**GIVEN RECORDS:**
════════════════════

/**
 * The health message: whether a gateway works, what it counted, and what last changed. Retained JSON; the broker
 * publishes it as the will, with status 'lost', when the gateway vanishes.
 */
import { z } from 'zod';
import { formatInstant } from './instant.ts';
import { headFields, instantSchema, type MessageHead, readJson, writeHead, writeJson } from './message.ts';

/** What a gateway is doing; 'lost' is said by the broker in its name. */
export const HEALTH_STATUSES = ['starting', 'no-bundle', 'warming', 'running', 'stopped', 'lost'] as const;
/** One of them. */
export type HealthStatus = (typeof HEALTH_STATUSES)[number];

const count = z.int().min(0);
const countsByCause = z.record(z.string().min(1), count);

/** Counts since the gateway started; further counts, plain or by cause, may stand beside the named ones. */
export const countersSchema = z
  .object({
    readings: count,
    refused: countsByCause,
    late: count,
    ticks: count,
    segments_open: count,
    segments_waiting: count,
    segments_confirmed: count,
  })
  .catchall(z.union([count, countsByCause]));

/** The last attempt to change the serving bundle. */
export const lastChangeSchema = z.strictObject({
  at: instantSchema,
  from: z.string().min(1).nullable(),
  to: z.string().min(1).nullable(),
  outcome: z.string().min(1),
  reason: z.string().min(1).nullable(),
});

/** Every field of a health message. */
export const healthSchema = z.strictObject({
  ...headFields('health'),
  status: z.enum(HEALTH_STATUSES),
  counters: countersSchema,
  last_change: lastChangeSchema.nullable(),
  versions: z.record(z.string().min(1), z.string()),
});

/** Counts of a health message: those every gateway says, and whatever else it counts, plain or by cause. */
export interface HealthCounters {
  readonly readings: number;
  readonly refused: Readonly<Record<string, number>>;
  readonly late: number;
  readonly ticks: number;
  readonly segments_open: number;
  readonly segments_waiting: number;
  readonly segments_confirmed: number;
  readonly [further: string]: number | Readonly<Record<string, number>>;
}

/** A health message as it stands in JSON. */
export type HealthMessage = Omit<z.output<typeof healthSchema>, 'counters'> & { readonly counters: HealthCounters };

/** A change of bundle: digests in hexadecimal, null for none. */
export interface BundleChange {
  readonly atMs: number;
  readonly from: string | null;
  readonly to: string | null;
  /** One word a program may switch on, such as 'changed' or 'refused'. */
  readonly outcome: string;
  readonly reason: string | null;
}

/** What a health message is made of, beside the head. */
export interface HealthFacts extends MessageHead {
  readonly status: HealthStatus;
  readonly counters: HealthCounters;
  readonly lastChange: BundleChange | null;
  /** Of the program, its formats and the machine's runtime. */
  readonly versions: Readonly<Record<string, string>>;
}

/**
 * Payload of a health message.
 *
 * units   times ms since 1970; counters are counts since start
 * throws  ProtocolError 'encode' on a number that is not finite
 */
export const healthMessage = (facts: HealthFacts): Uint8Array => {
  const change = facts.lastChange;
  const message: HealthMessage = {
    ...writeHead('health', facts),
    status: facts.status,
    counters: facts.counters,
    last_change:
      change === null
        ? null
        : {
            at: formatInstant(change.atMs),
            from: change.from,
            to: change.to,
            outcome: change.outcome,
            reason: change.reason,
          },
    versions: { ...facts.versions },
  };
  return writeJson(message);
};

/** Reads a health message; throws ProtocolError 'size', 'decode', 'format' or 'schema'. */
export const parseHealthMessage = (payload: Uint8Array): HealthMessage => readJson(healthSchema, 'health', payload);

════════════════════

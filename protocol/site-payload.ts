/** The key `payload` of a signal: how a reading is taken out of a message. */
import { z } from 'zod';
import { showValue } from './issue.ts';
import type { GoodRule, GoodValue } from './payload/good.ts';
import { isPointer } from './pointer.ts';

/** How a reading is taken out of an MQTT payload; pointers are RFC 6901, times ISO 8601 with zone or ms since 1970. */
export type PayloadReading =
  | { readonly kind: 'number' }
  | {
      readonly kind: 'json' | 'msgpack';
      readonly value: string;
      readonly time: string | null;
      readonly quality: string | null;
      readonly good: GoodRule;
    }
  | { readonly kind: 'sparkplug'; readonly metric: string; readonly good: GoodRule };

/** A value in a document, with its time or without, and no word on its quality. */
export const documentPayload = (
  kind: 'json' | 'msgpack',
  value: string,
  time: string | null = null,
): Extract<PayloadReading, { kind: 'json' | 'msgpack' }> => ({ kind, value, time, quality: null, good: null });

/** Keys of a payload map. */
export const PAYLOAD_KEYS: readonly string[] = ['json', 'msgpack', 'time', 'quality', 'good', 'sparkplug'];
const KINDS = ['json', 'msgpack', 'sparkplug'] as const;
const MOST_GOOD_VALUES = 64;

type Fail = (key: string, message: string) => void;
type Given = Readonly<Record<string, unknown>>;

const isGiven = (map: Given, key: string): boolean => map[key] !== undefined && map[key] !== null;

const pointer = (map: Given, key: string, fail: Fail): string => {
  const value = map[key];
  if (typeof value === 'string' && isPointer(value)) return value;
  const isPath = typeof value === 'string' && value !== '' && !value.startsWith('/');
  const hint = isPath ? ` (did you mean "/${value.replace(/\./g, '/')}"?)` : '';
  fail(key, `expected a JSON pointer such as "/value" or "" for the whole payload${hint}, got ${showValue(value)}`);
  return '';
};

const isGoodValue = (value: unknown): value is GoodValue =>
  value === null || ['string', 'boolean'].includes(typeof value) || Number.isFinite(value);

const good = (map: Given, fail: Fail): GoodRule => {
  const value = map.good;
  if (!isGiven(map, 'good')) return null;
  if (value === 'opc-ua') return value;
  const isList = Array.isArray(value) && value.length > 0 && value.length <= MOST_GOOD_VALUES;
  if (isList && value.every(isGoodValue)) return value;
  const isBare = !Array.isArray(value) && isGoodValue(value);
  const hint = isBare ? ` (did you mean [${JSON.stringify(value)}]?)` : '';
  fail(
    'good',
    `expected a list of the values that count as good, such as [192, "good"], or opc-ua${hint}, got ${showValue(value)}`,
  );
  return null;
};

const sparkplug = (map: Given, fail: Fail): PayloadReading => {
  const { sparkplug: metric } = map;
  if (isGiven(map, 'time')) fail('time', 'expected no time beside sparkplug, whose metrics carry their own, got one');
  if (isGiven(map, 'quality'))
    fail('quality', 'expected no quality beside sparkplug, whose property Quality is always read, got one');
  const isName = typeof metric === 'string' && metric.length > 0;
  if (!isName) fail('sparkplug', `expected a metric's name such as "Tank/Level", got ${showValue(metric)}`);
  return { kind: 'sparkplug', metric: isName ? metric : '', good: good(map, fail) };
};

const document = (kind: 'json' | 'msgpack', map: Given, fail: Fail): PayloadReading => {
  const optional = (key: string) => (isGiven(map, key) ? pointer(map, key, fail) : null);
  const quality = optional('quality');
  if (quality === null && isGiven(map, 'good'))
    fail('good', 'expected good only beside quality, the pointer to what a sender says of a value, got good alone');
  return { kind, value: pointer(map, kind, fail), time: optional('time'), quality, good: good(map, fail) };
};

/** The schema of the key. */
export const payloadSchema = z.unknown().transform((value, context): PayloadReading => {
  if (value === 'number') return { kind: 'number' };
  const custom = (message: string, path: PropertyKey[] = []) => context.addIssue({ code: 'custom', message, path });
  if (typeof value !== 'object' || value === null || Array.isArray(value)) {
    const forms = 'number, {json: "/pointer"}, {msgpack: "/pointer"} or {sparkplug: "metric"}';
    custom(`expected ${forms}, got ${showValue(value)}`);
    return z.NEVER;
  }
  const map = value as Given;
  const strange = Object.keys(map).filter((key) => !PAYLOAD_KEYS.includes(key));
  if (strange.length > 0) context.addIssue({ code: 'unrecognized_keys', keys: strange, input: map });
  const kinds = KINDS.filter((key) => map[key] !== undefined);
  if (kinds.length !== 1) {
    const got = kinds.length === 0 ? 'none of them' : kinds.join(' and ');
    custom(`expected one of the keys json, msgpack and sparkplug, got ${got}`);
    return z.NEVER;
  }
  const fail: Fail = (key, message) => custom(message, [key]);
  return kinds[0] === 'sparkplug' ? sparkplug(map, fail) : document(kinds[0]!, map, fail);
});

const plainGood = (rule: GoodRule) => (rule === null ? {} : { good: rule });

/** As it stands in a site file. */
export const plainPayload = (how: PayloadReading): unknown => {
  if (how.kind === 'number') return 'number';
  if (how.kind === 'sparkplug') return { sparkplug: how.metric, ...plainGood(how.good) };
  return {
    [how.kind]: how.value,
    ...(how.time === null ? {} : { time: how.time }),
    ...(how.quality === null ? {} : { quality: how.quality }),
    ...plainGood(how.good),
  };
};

════════════════════

Using the entries shown above, reproduce verbatim the lines from the line bearing "readonly atMs: number;" to the line bearing "counts since start", inclusive.

  readonly atMs: number;
  readonly from: string | null;
  readonly to: string | null;
  /** One word a program may switch on, such as 'changed' or 'refused'. */
  readonly outcome: string;
  readonly reason: string | null;
}

/** What a health message is made of, beside the head. */
export interface HealthFacts extends MessageHead {
  readonly status: HealthStatus;
  readonly counters: HealthCounters;
  readonly lastChange: BundleChange | null;
  /** Of the program, its formats and the machine's runtime. */
  readonly versions: Readonly<Record<string, string>>;
}

/**
 * Payload of a health message.
 *
 * units   times ms since 1970; counters are counts since start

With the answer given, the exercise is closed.